Dear HN
I wish to share the joy deep in my heart that I have found from using lrzip http://ck.kolivas.org/apps/lrzip/
My Postgres database dumps are compressed more than 100 to 1. So nice.
(venv2.7)username@ip-x-x-x-x:~/backupscripts/16303$ ls -lah
total 8.4M
drwxrwxr-x 2 user 4.0K Aug 21 .
drwxrwxr-x 3 user 4.0K Aug 21 ..
---------- 1 user 8.3M Aug 21 singlepageguru_db_21-Aug-2014-06:00
---------- 1 user 70K Aug 21 singlepageguru_db_21-Aug-2014-06:00.lrz
(venv2.7)username@ip-x-x-x-x:~/backupscripts/16303$
You're describing Lrzip as though it's responsible for the compression ratio. I assure you, the result lies with the data, not the compression algorithm or application.

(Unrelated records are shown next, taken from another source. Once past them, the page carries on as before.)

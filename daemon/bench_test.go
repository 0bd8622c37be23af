package daemon

import (
	"context"
	"encoding/json"
	"fmt"
	"math/rand/v2"
	"strconv"
	"sync/atomic"
	"testing"
	"time"

	"github.com/nats-io/nats.go"
	"github.com/prometheus/client_golang/prometheus/testutil"

	"lariat/config"
	"lariat/sink/natstest"
)

// benchRecords returns n distinct named-feature JSON records with d
// features (about 440 bytes for d = 32).
func benchRecords(n, d int) ([][]byte, []string) {
	rng := rand.New(rand.NewPCG(1, 2))
	names := make([]string, d)
	for j := range names {
		names[j] = fmt.Sprintf("f%02d", j)
	}
	out := make([][]byte, n)
	for i := range out {
		b := []byte(`{"y":`)
		var y float64
		x := make([]float64, d)
		for j := range x {
			x[j] = rng.NormFloat64()
		}
		y = 2*x[1] - x[5] + 0.5*x[9] + 0.3*rng.NormFloat64()
		b = strconv.AppendFloat(b, y, 'f', 3, 64)
		b = append(b, `,"x":{`...)
		for j, name := range names {
			if j > 0 {
				b = append(b, ',')
			}
			b = append(b, '"')
			b = append(b, name...)
			b = append(b, `":`...)
			b = strconv.AppendFloat(b, x[j], 'f', 3, 64)
		}
		out[i] = append(b, "}}"...)
	}
	return out, names
}

// BenchmarkThroughput measures records per second through the whole daemon
// (embedded NATS on loopback, one squared-loss model with K = 12, d = 32,
// named-feature JSON of about 440 bytes) and, in the same run on the same
// server and messages, (a) a plain subscriber that only receives and (b)
// one that also decodes each message with encoding/json into a map. It
// reports msgs/s for each and the ratios daemon/(a) and daemon/(b); ns/op
// covers all three phases and means little on its own. It runs with the
// durable intake (the default: the records go through the model's
// JetStream stream, stored on disk) and with core intake.
//
//	go test -run '^$' -bench Throughput -benchtime 200000x ./daemon/
func BenchmarkThroughput(b *testing.B) {
	for _, mode := range []string{config.IntakeDurable, config.IntakeCore} {
		b.Run("intake="+mode, func(b *testing.B) { throughput(b, mode) })
	}
}

func throughput(b *testing.B, mode string) {
	const d, queue = 32, 1 << 15
	msgs, names := benchRecords(4096, d)
	size := 0
	for _, m := range msgs {
		size += len(m)
	}
	m := config.DefaultModel()
	m.Name, m.Subject = "bench", "bench.records"
	m.Features, m.MaxFeatures = names, d
	m.Queue = queue
	td := startDaemon(b, testConfigMode(b, mode, m))
	natstest.WaitFor(b, 10*time.Second, td.Ready)
	pub := connect(b, td.NATSURL())
	n := b.N

	b.ResetTimer()
	accepted := td.byName["bench"].mm.Accepted
	applied := func() int { return int(testutil.ToFloat64(accepted)) }
	daemonRate := measure(b, n, func() {
		base := applied()
		for i := range n {
			if i%1024 == 0 { // flow control: keep at most half the queue in flight
				for i-(applied()-base) > queue/2 {
					time.Sleep(50 * time.Microsecond)
				}
			}
			pub.Publish(m.Subject, msgs[i%len(msgs)])
		}
		pub.Flush()
		for applied()-base < n {
			time.Sleep(100 * time.Microsecond)
		}
	})
	if r := td.byName["bench"].rejected.Load(); r != 0 {
		b.Fatalf("%d records rejected", r)
	}
	recvRate := measure(b, n, plainSubscriber(b, td.NATSURL(), pub, msgs, n, nil))
	var sink map[string]any
	decodeRate := measure(b, n, plainSubscriber(b, td.NATSURL(), pub, msgs, n, func(data []byte) {
		sink = nil
		if err := json.Unmarshal(data, &sink); err != nil {
			panic(err)
		}
	}))
	b.StopTimer()
	b.ReportMetric(daemonRate, "daemon-msgs/s")
	b.ReportMetric(recvRate, "receive-msgs/s")
	b.ReportMetric(decodeRate, "jsonmap-msgs/s")
	b.ReportMetric(daemonRate/recvRate, "daemon/receive")
	b.ReportMetric(daemonRate/decodeRate, "daemon/jsonmap")
	b.ReportMetric(float64(size)/float64(len(msgs)), "bytes/msg")
}

// measure runs f (which moves n messages) and returns n per second.
func measure(b *testing.B, n int, f func()) float64 {
	b.Helper()
	start := time.Now()
	f()
	return float64(n) / time.Since(start).Seconds()
}

// plainSubscriber returns a phase that publishes n messages and waits until
// a plain subscriber on its own connection has received them all, calling
// work on each.
func plainSubscriber(b *testing.B, url string, pub *nats.Conn, msgs [][]byte, n int, work func([]byte)) func() {
	nc := connect(b, url)
	var got atomic.Int64
	done := make(chan struct{})
	subject := fmt.Sprintf("bench.plain.%d", time.Now().UnixNano())
	sub, err := nc.Subscribe(subject, func(m *nats.Msg) {
		if work != nil {
			work(m.Data)
		}
		if got.Add(1) == int64(n) {
			close(done)
		}
	})
	if err != nil {
		b.Fatal(err)
	}
	sub.SetPendingLimits(-1, -1)
	nc.Flush()
	return func() {
		for i := range n {
			pub.Publish(subject, msgs[i%len(msgs)])
		}
		pub.Flush()
		ctx, cancel := context.WithTimeout(context.Background(), 5*time.Minute)
		defer cancel()
		select {
		case <-done:
		case <-ctx.Done():
			b.Fatalf("received %d of %d", got.Load(), n)
		}
		sub.Unsubscribe()
	}
}
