package daemon

import (
	"crypto/ecdsa"
	"crypto/elliptic"
	"crypto/rand"
	"crypto/x509"
	"crypto/x509/pkix"
	"encoding/pem"
	"errors"
	"fmt"
	"io"
	"log/slog"
	"math/big"
	"net"
	"net/http"
	"os"
	"path/filepath"
	"strings"
	"testing"
	"time"

	"github.com/nats-io/nats-server/v2/server"
	"github.com/nats-io/nats.go"

	"lariat/config"
	"lariat/sink/natstest"
)

// testPKI is a throwaway PKI written to a temp dir: a CA, a server
// certificate for 127.0.0.1 and a client certificate signed by it, and a
// second, unrelated CA that signed nothing the server presents.
type testPKI struct {
	ca, otherCA           string // PEM CA certificates
	serverCert, serverKey string
	clientCert, clientKey string
}

// clientSubject is the common name of the client certificate; the server's
// connection list shows it when it verified the certificate.
const clientSubject = "lariat-test-client"

// newTestPKI generates the PKI with crypto/x509: ECDSA P-256 keys,
// certificates valid from a minute ago for one hour, the server's with the
// IP SAN 127.0.0.1.
func newTestPKI(t testing.TB) *testPKI {
	t.Helper()
	dir := t.TempDir()
	p := &testPKI{}
	caCert, caKey := newCA(t, dir, "lariat test CA", &p.ca)
	_, _ = newCA(t, dir, "lariat other CA", &p.otherCA)
	p.serverCert, p.serverKey = newLeaf(t, dir, "server", caCert, caKey, func(c *x509.Certificate) {
		c.ExtKeyUsage = []x509.ExtKeyUsage{x509.ExtKeyUsageServerAuth}
		c.IPAddresses = []net.IP{net.IPv4(127, 0, 0, 1)}
	})
	p.clientCert, p.clientKey = newLeaf(t, dir, "client", caCert, caKey, func(c *x509.Certificate) {
		c.ExtKeyUsage = []x509.ExtKeyUsage{x509.ExtKeyUsageClientAuth}
		c.Subject.CommonName = clientSubject
	})
	return p
}

// certTemplate returns a short-lived template with a random serial number.
func certTemplate(t testing.TB, cn string) *x509.Certificate {
	t.Helper()
	serial, err := rand.Int(rand.Reader, new(big.Int).Lsh(big.NewInt(1), 62))
	if err != nil {
		t.Fatal(err)
	}
	now := time.Now()
	return &x509.Certificate{
		SerialNumber: serial,
		Subject:      pkix.Name{CommonName: cn, Organization: []string{"lariat tests"}},
		NotBefore:    now.Add(-time.Minute),
		NotAfter:     now.Add(time.Hour),
	}
}

func newKey(t testing.TB) *ecdsa.PrivateKey {
	t.Helper()
	k, err := ecdsa.GenerateKey(elliptic.P256(), rand.Reader)
	if err != nil {
		t.Fatal(err)
	}
	return k
}

// newCA makes a self-signed CA, writes its certificate to dir and stores
// the file name in *file.
func newCA(t testing.TB, dir, cn string, file *string) (*x509.Certificate, *ecdsa.PrivateKey) {
	t.Helper()
	key := newKey(t)
	tmpl := certTemplate(t, cn)
	tmpl.IsCA, tmpl.BasicConstraintsValid = true, true
	tmpl.KeyUsage = x509.KeyUsageCertSign | x509.KeyUsageDigitalSignature
	der, err := x509.CreateCertificate(rand.Reader, tmpl, tmpl, &key.PublicKey, key)
	if err != nil {
		t.Fatal(err)
	}
	cert, err := x509.ParseCertificate(der)
	if err != nil {
		t.Fatal(err)
	}
	*file = writePEM(t, filepath.Join(dir, strings.ReplaceAll(cn, " ", "-")+".pem"), "CERTIFICATE", der)
	return cert, key
}

// newLeaf makes a certificate named name signed by the CA, edited by set,
// and writes it and its key to dir.
func newLeaf(t testing.TB, dir, name string, ca *x509.Certificate, caKey *ecdsa.PrivateKey, set func(*x509.Certificate)) (certFile, keyFile string) {
	t.Helper()
	key := newKey(t)
	tmpl := certTemplate(t, "lariat test "+name)
	tmpl.KeyUsage = x509.KeyUsageDigitalSignature
	set(tmpl)
	der, err := x509.CreateCertificate(rand.Reader, tmpl, ca, &key.PublicKey, caKey)
	if err != nil {
		t.Fatal(err)
	}
	kder, err := x509.MarshalPKCS8PrivateKey(key)
	if err != nil {
		t.Fatal(err)
	}
	return writePEM(t, filepath.Join(dir, name+".pem"), "CERTIFICATE", der),
		writePEM(t, filepath.Join(dir, name+"-key.pem"), "PRIVATE KEY", kder)
}

func writePEM(t testing.TB, path, typ string, der []byte) string {
	t.Helper()
	if err := os.WriteFile(path, pem.EncodeToMemory(&pem.Block{Type: typ, Bytes: der}), 0o600); err != nil {
		t.Fatal(err)
	}
	return path
}

// runTLSServer starts a NATS server (JetStream on) that speaks TLS only,
// with the PKI's server certificate; with verify it requires and verifies
// a client certificate signed by the PKI's CA.
func runTLSServer(t testing.TB, p *testPKI, verify bool) *server.Server {
	t.Helper()
	tc, err := server.GenTLSConfig(&server.TLSConfigOpts{
		CertFile: p.serverCert, KeyFile: p.serverKey, CaFile: p.ca, Verify: verify,
	})
	if err != nil {
		t.Fatal(err)
	}
	return natstest.RunServer(t, &server.Options{
		Host: "127.0.0.1", Port: -1, NoLog: true, NoSigs: true,
		JetStream: true, StoreDir: t.TempDir(),
		TLS: true, TLSVerify: verify, TLSConfig: tc, TLSTimeout: 2,
	})
}

// readyz returns the status code and body of /readyz, with a client
// timeout so a hanging daemon fails the test instead of stalling it.
func readyz(t testing.TB, d *Daemon) (int, string) {
	t.Helper()
	c := &http.Client{Timeout: 2 * time.Second}
	resp, err := c.Get("http://" + d.HTTPAddr() + "/readyz")
	if err != nil {
		t.Fatal(err)
	}
	defer resp.Body.Close()
	body, _ := io.ReadAll(resp.Body)
	return resp.StatusCode, string(body)
}

// TestTLS connects the daemon to an external NATS server over TLS, with
// and without client-certificate verification on the server side. A good
// setup must become ready (/readyz 200), show up on the server as a TLS
// connection (with the client certificate when the server verifies it)
// and apply published records. A bad one (CA that did not sign the server
// certificate, or no client certificate where one is required) must not
// become ready, must say why on Ready, /readyz and in the log within a few
// seconds (not hang), and must still shut down cleanly.
func TestTLS(t *testing.T) {
	p := newTestPKI(t)
	cases := []struct {
		name      string
		verify    bool   // server requires and verifies client certificates
		ca        string // the daemon's nats.tls.ca_file
		clientCrt bool   // the daemon presents the client certificate
		ready     bool
		why       string // for !ready: Ready's error must contain it
	}{
		{"server auth", false, p.ca, false, true, ""},
		{"mutual TLS", true, p.ca, true, true, ""},
		{"mutual TLS offered, not required", false, p.ca, true, true, ""},
		{"wrong CA", false, p.otherCA, false, false, "certificate signed by unknown authority"},
		{"wrong CA with client cert", true, p.otherCA, true, false, "certificate signed by unknown authority"},
		{"client cert required", true, p.ca, false, false, "certificate required"},
	}
	for _, tc := range cases {
		t.Run(tc.name, func(t *testing.T) {
			s := runTLSServer(t, p, tc.verify)
			const subject = "test.tls" // a server per case: no cross-talk
			cfg := testConfig(t, testModel("tls", subject, config.LossSquared))
			cfg.NATS.URL = fmt.Sprintf("tls://127.0.0.1:%d", s.Addr().(*net.TCPAddr).Port)
			cfg.NATS.TLS.CAFile = tc.ca
			if tc.clientCrt {
				cfg.NATS.TLS.CertFile, cfg.NATS.TLS.KeyFile = p.clientCert, p.clientKey
			}
			if err := cfg.Validate(); err != nil {
				t.Fatal(err)
			}
			if err := cfg.Check(); err != nil {
				t.Fatal(err)
			}
			var logs syncBuffer
			td := startDaemon(t, cfg, WithLogger(slog.New(slog.NewTextHandler(&logs, nil))))
			if !tc.ready {
				checkTLSRefused(t, td, tc.why)
				if s := logs.String(); !strings.Contains(s, "NATS connection failed") || !strings.Contains(s, tc.why) {
					t.Errorf("no log line naming the cause %q:\n%s", tc.why, s)
				}
				return
			}
			natstest.WaitFor(t, 5*time.Second, func() error {
				if code, body := readyz(t, td.Daemon); code != http.StatusOK {
					return fmt.Errorf("/readyz %d: %s", code, body)
				}
				return nil
			})
			checkServerSawTLS(t, s, tc.verify && tc.clientCrt)
			checkTLSRecordsApplied(t, td, p, cfg.NATS.URL, subject)
		})
	}
}

// checkTLSRefused waits (bounded) for Ready and /readyz to report the TLS
// failure with reason why, checks the daemon stays unready, and that it
// stops promptly.
func checkTLSRefused(t *testing.T, td *testDaemon, why string) {
	t.Helper()
	start := time.Now()
	natstest.WaitFor(t, 5*time.Second, func() error {
		err := td.Ready()
		if err == nil {
			return errors.New("ready over a TLS connection that must fail")
		}
		if !strings.Contains(err.Error(), why) {
			return fmt.Errorf("Ready() = %q, want it to name the cause (%q)", err, why)
		}
		return nil
	})
	t.Logf("Ready() after %s: %v", time.Since(start).Round(time.Millisecond), td.Ready())
	code, body := readyz(t, td.Daemon)
	if code != http.StatusServiceUnavailable || !strings.Contains(body, why) {
		t.Errorf("/readyz %d %s, want 503 naming %q", code, body, why)
	}
	if got := td.conn.Load().Status(); got == nats.CONNECTED {
		t.Errorf("NATS status %s", got)
	}
	stopped := time.Now()
	if err := td.stop(t); err != nil {
		t.Errorf("Run: %v", err)
	}
	if took := time.Since(stopped); took > 5*time.Second {
		t.Errorf("stopping an unconnected daemon took %s", took)
	}
}

// checkServerSawTLS checks the server lists the daemon's connection as TLS,
// with the client certificate's subject when it verified one.
func checkServerSawTLS(t *testing.T, s *server.Server, clientCert bool) {
	t.Helper()
	cz, err := s.Connz(&server.ConnzOptions{Username: true})
	if err != nil {
		t.Fatal(err)
	}
	for _, c := range cz.Conns {
		if c.Name != "lariat" {
			continue
		}
		if c.TLSVersion == "" {
			t.Errorf("daemon connection is not TLS: %+v", c)
		}
		sawClient := len(c.TLSPeerCerts) > 0 && strings.Contains(c.TLSPeerCerts[0].Subject, clientSubject)
		if sawClient != clientCert {
			t.Errorf("server saw the client certificate: %v, want %v (peer certs %+v)", sawClient, clientCert, c.TLSPeerCerts)
		}
		return
	}
	t.Errorf("no connection named lariat among %d", len(cz.Conns))
}

// checkTLSRecordsApplied publishes records over TLS (as a verified client)
// and waits until the model has accepted every one and published a model.
func checkTLSRecordsApplied(t *testing.T, td *testDaemon, p *testPKI, url, subject string) {
	t.Helper()
	const n = 300 // > retune.every (250), so λ is chosen and a model goes out
	nc, err := nats.Connect(url, nats.Name("test-client"),
		nats.RootCAs(p.ca), nats.ClientCert(p.clientCert, p.clientKey))
	if err != nil {
		t.Fatal(err)
	}
	defer nc.Close()
	for _, rec := range sparseTruth(4).records(n, false, 11) {
		if err := nc.Publish(subject, rec); err != nil {
			t.Fatal(err)
		}
	}
	if err := nc.Flush(); err != nil {
		t.Fatal(err)
	}
	labels := map[string]string{"model": "tls"}
	natstest.WaitFor(t, 5*time.Second, func() error {
		if got := metricValue(t, td.Daemon, "lariat_records_accepted_total", labels); got != n {
			return fmt.Errorf("accepted %v of %d", got, n)
		}
		if _, _, err := getDoc(td.Daemon, "tls"); err != nil {
			return err
		}
		return nil
	})
}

For purposes of a discussion of compression, data can be described in terms of its entropy. If data has high entropy, it will resist compression. With low entropy like your example, a compression algorithm can produce a high ratio, and the resulting file has high entropy, meaning it will resist any further compression.
If you want to produce an impressive result for someone who doesn't understand compression, use a plain-text file for the example, one containing many repeated words and phrases. If you want to make a compression application look bad, try to compress something already compressed, like a JPEG graphic.